In my view, this is the nastiest of all startup sins: failing to involve customers and their feedback from literally the first day of a startup’s life, keeping the most vital opinions silent—those of the eventual customers—for far longer than necessary.

When I hear this comment, as I do far too often, I switch to pleading mode: “Please.  Take a week. Get some feedback. Does anybody really care, or are they giving you polite nods and little more.  This generally leads to the second biggest reason too many startups suck: they’re solving a non-problem.

Does anybody care? Many Startup Owner’s Manual readers ask why Steve Blank and I are adamant that Customer Discovery happen in two separate, distinct phases: “problem” discovery and, later, “solution” discovery.
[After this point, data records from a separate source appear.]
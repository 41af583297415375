"""`verify`: every check that an adder adds, run over one or several designs.

The checkers are one registry (``CHECKERS``, in the order their rows are printed): the built-in check, one
checker a simulator of ``simulators.SIMULATORS``, the cocotb test in each simulator that cocotb's runner
knows, and the proof. ``verify`` loops over the chosen ones; each returns ``outcome.Outcome`` rows, and
``rows`` formats every row the same way.
"""

from __future__ import annotations

import tempfile
from dataclasses import dataclass
from pathlib import Path
from typing import Callable

from ..base.errors import ToolError, UsageError
from ..base.progress import Progress, as_progress
from ..emit.design import Design
from ..emit.vectors import Plan, plan_for, space_bits
from ..ir.interface import of_spec
from ..spec.loader import Spec
from . import formal as proofs, simulators
from .builtin import check as builtin_check
from .outcome import Outcome

BUILTIN_EXHAUSTIVE_LIMIT = 1 << 25  # every input by default up to here: a 12-bit adder with carry-in
FORCED_EXHAUSTIVE_LIMIT = 1 << 33  # `verify --exhaustive`: up to a 16-bit adder with carry-in


@dataclass(frozen=True)
class Stopped:
    """A check that could not run (a tool missing or failing): no verdict on the adder."""

    name: str  # the spec, or every spec of a shared simulator build, comma-separated
    checker: str
    error: ToolError


@dataclass(frozen=True)
class Verdicts:
    """What `verify` found: every finished check, and the one that stopped it, if any."""

    outcomes: list[Outcome]
    stopped: Stopped | None = None

    @property
    def failed(self) -> int:
        return sum(not o.ok for o in self.outcomes)


@dataclass(frozen=True)
class Job:
    """What the checkers of one `verify` run share."""

    random_count: int
    seed: int
    exhaustive: bool
    workdir: Path
    progress: Progress


class Checker:
    """One way of checking that a design adds. ``chosen_by``: 'always', 'sim' (``--sim NAME``) or
    'formal'; ``shared``: one run covers every design (a simulator build), else one run a design."""

    name = ""
    aliases: tuple[str, ...] = ()
    chosen_by = "sim"
    shared = False

    def refuse(self, spec: Spec) -> Exception | None:
        """Bad input this checker cannot take (raised by `verify` before any check runs)."""
        return None

    def announce(self, designs: list[Design]) -> str | None:
        return None

    def check(self, designs: list[Design], job: Job) -> list[Outcome]:
        raise NotImplementedError


CHECKERS: dict[str, Checker] = {}


def checker(c):
    """Register a Checker (a class with no arguments, or an instance); the registry keeps the order."""
    inst = c() if isinstance(c, type) else c
    if inst.name in CHECKERS:
        raise ValueError(f"checker {inst.name!r} registered twice")
    CHECKERS[inst.name] = inst
    return c


def builtin_plan(spec: Spec, random_count: int, seed: int, exhaustive: bool = False) -> Plan:
    """The built-in check's vectors: every input up to ``BUILTIN_EXHAUSTIVE_LIMIT``, else directed and
    random ones; with ``exhaustive``, every input up to ``FORCED_EXHAUSTIVE_LIMIT`` or a SpecError."""
    iface = of_spec(spec)
    if exhaustive:
        bits = space_bits(spec.width, iface.has("cin"), iface.has("sub"))
        if 1 << bits > FORCED_EXHAUSTIVE_LIMIT:
            ports = " and ".join(p.name for p in iface.inputs[2:])
            ports = f"with {ports}" if ports else "without carry-in"
            raise spec.error("width", f"--exhaustive: a {spec.width}-bit adder {ports} has 2^{bits} input "
                                      f"vectors; the limit is 2^33 (a 16-bit adder with carry-in)")
        return plan_for(iface, FORCED_EXHAUSTIVE_LIMIT, random_count, seed)
    return plan_for(iface, BUILTIN_EXHAUSTIVE_LIMIT, random_count, seed)


@checker
class Builtin(Checker):
    """The IR evaluated bit-parallel against integer addition (its progress task names the design)."""

    name = "builtin"
    chosen_by = "always"

    def check(self, designs, job):
        [d] = designs
        plan = builtin_plan(d.spec, job.random_count, job.seed, job.exhaustive)
        r = builtin_check(d.net, plan, progress=job.progress, label=f"builtin: {d.spec.name}")
        first = r.first.describe(d.spec.width) if r.first is not None else None
        detail = r.detail if r.ok else f"first failing vector: {first}"
        return [Outcome(d.spec.name, self.name, r.ok, r.vectors - r.failed, r.failed, detail, first)]


class Simulation(Checker):
    """The emitted test bench in one simulator; every design in one shared build where it can."""

    shared = True

    def __init__(self, sim: type[simulators.Simulator]):
        self.sim = sim
        self.name = sim.name
        self.aliases = sim.aliases

    def refuse(self, spec):
        return self.sim().refuse(spec)

    def announce(self, designs):
        return f"{self.name}: building and running {len(designs)} testbench(es)"

    def check(self, designs, job):
        return simulators.simulate(designs, self.name, job.workdir / self.name)


class Cocotb(Checker):
    """The cocotb test (Python integer addition inside the simulator), one run a design."""

    def __init__(self, sim: type[simulators.Simulator]):
        self.sim = sim
        self.name = f"cocotb-{sim.name}"
        self.aliases = tuple(f"cocotb-{a}" for a in sim.aliases)

    def announce(self, designs):
        return f"{self.name}: {designs[0].spec.name}"

    def check(self, designs, job):
        from .cocotb_check import run_cocotb

        [d] = designs
        return [run_cocotb(d, self.sim.name, job.workdir / self.name / d.spec.name,
                           random_count=min(job.random_count, 1000), seed=job.seed)]


for _sim in simulators.SIMULATORS.values():
    checker(Simulation(_sim))
for _sim in simulators.SIMULATORS.values():
    if _sim.cocotb:
        checker(Cocotb(_sim))


@checker
class Formal(Checker):
    """Yosys proves the netlist equal to Verilog's own `+` for every input."""

    name = "formal"
    chosen_by = "formal"

    def announce(self, designs):
        return f"formal: {designs[0].spec.name}"

    def check(self, designs, job):
        [d] = designs
        p = proofs.prove(d.net, d.verilog)
        first = p.counterexample.describe(d.spec.width) if p.counterexample is not None else None
        # a proof checks no vectors: no count, and describe() says what was proved for this adder's ports
        return [Outcome(d.spec.name, self.name, p.ok, 0, 0, p.describe(d.spec.width), first, log=p.log)]


def simulation_checkers() -> list[str]:
    """What ``--sim`` can name, in row order (``all`` stands for every one)."""
    return [n for n, c in CHECKERS.items() if c.chosen_by == "sim"]


def _aliases() -> dict[str, str]:
    return {a: n for n, c in CHECKERS.items() for a in c.aliases}


def select(names: list[str]) -> list[str]:
    """The checkers ``--sim`` names (registry names, aliases, any case, ``_`` for ``-``, ``all``) in the order
    given, once each; a bad name is a UsageError that lists the valid ones."""
    valid = simulation_checkers()
    out: list[str] = []
    for given in names:
        key = str(given).strip().lower().replace("_", "-")
        key = _aliases().get(key, key)
        if key == "all":
            out += valid
        elif key in valid:
            out.append(key)
        elif key == "formal":
            raise UsageError("'formal' is not a simulator: add --formal for the proof", "verify", "--sim")
        elif key == "builtin":
            raise UsageError("the built-in check always runs: --sim names the simulators to add", "verify", "--sim")
        elif key == "cocotb":
            both = " or ".join(n for n in valid if n.startswith("cocotb-"))
            raise UsageError(f"--sim cocotb needs a simulator: {both}", "verify", "--sim")
        else:
            raise UsageError(simulators.unknown("simulator", given, valid + ["all"], _aliases()), "verify", "--sim")
    return list(dict.fromkeys(out))


def chosen(specs: list[Spec], sims: list[str], formal: bool) -> list[Checker]:
    """The checkers to run, in registry order; raises the first bad input any of them finds in ``specs``
    (the CLI calls this before it builds the designs)."""
    names = {"builtin", *select(sims), *(("formal",) if formal else ())}
    checkers = [c for name, c in CHECKERS.items() if name in names]
    for c in checkers:
        for spec in specs:
            problem = c.refuse(spec)
            if problem is not None:
                raise problem
    return checkers


def verify(designs: list[Design], sims: list[str], formal: bool, random_count: int, seed: int,
           workdir: Path | None = None, progress: Progress | Callable[[str], None] | None = None,
           exhaustive: bool = False) -> Verdicts:
    """Run the built-in check, the checkers ``sims`` names, and with ``formal`` the proof, in registry
    order. Bad input (a name no checker has, a design a chosen checker cannot take) raises before any
    check runs; the first tool failure ends the run, keeping what finished."""
    checkers = chosen([d.spec for d in designs], sims, formal)
    say = as_progress(progress)
    out: list[Outcome] = []
    with tempfile.TemporaryDirectory(prefix="adder_forge_verify_") as tmp:
        job = Job(random_count, seed, exhaustive, Path(workdir) if workdir else Path(tmp), say)
        for c in checkers:
            for group in ([list(designs)] if c.shared else [[d] for d in designs]):
                note = c.announce(group)
                if note:
                    say(note)
                try:
                    out += c.check(group, job)
                except ToolError as exc:
                    return Verdicts(out, Stopped(", ".join(d.spec.name for d in group), c.name, exc))
    return Verdicts(out)


def rows(found: Verdicts) -> list[str]:
    """The lines `verify` prints: one a finished check, the stopped one with its reason, then the count."""
    names = [o.name for o in found.outcomes] + ([found.stopped.name] if found.stopped else [])
    width = max((len(n) for n in names), default=0)
    checker_width = max(len(n) for n in CHECKERS)
    lines = []
    for o in found.outcomes:
        count = f"{o.vectors} vectors" if o.vectors else ""
        if not o.ok and o.vectors:
            count = f"{o.failed} of {o.vectors} vectors failed"
        status = "pass" if o.ok else "FAIL"
        lines.append(f"{o.name:<{width}}  {o.checker:<{checker_width}} {status}  "
                     f"{count + '; ' if count else ''}{o.detail}")
    bad = found.failed
    tally = f"{len(found.outcomes) - bad} passed, {bad} failed"
    s = found.stopped
    if s is None:
        return lines + [tally]
    hint = s.error.hint.strip()
    why = s.error.message + (f": {hint.splitlines()[-1]}" if hint else "")
    return lines + [f"{s.name:<{width}}  {s.checker:<{checker_width}} ERROR {why}",
                    f"{tally}; {s.checker} could not run, later checks skipped"]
There’s just no other way but, as Steve Blank has said for a decade, to “get out of the building” and talk to the only folks who matter—your customers.

Building a solution to a problem of moderate or lukewarm interest to users is a long-term death sentence for startups, where founders will almost certainly commit to 20,000 hours of their lives(or 5 years of 80-hour workweeks) in order to “beat the odds” and deliver a breakout success: a sustainable, scalable, profitable business.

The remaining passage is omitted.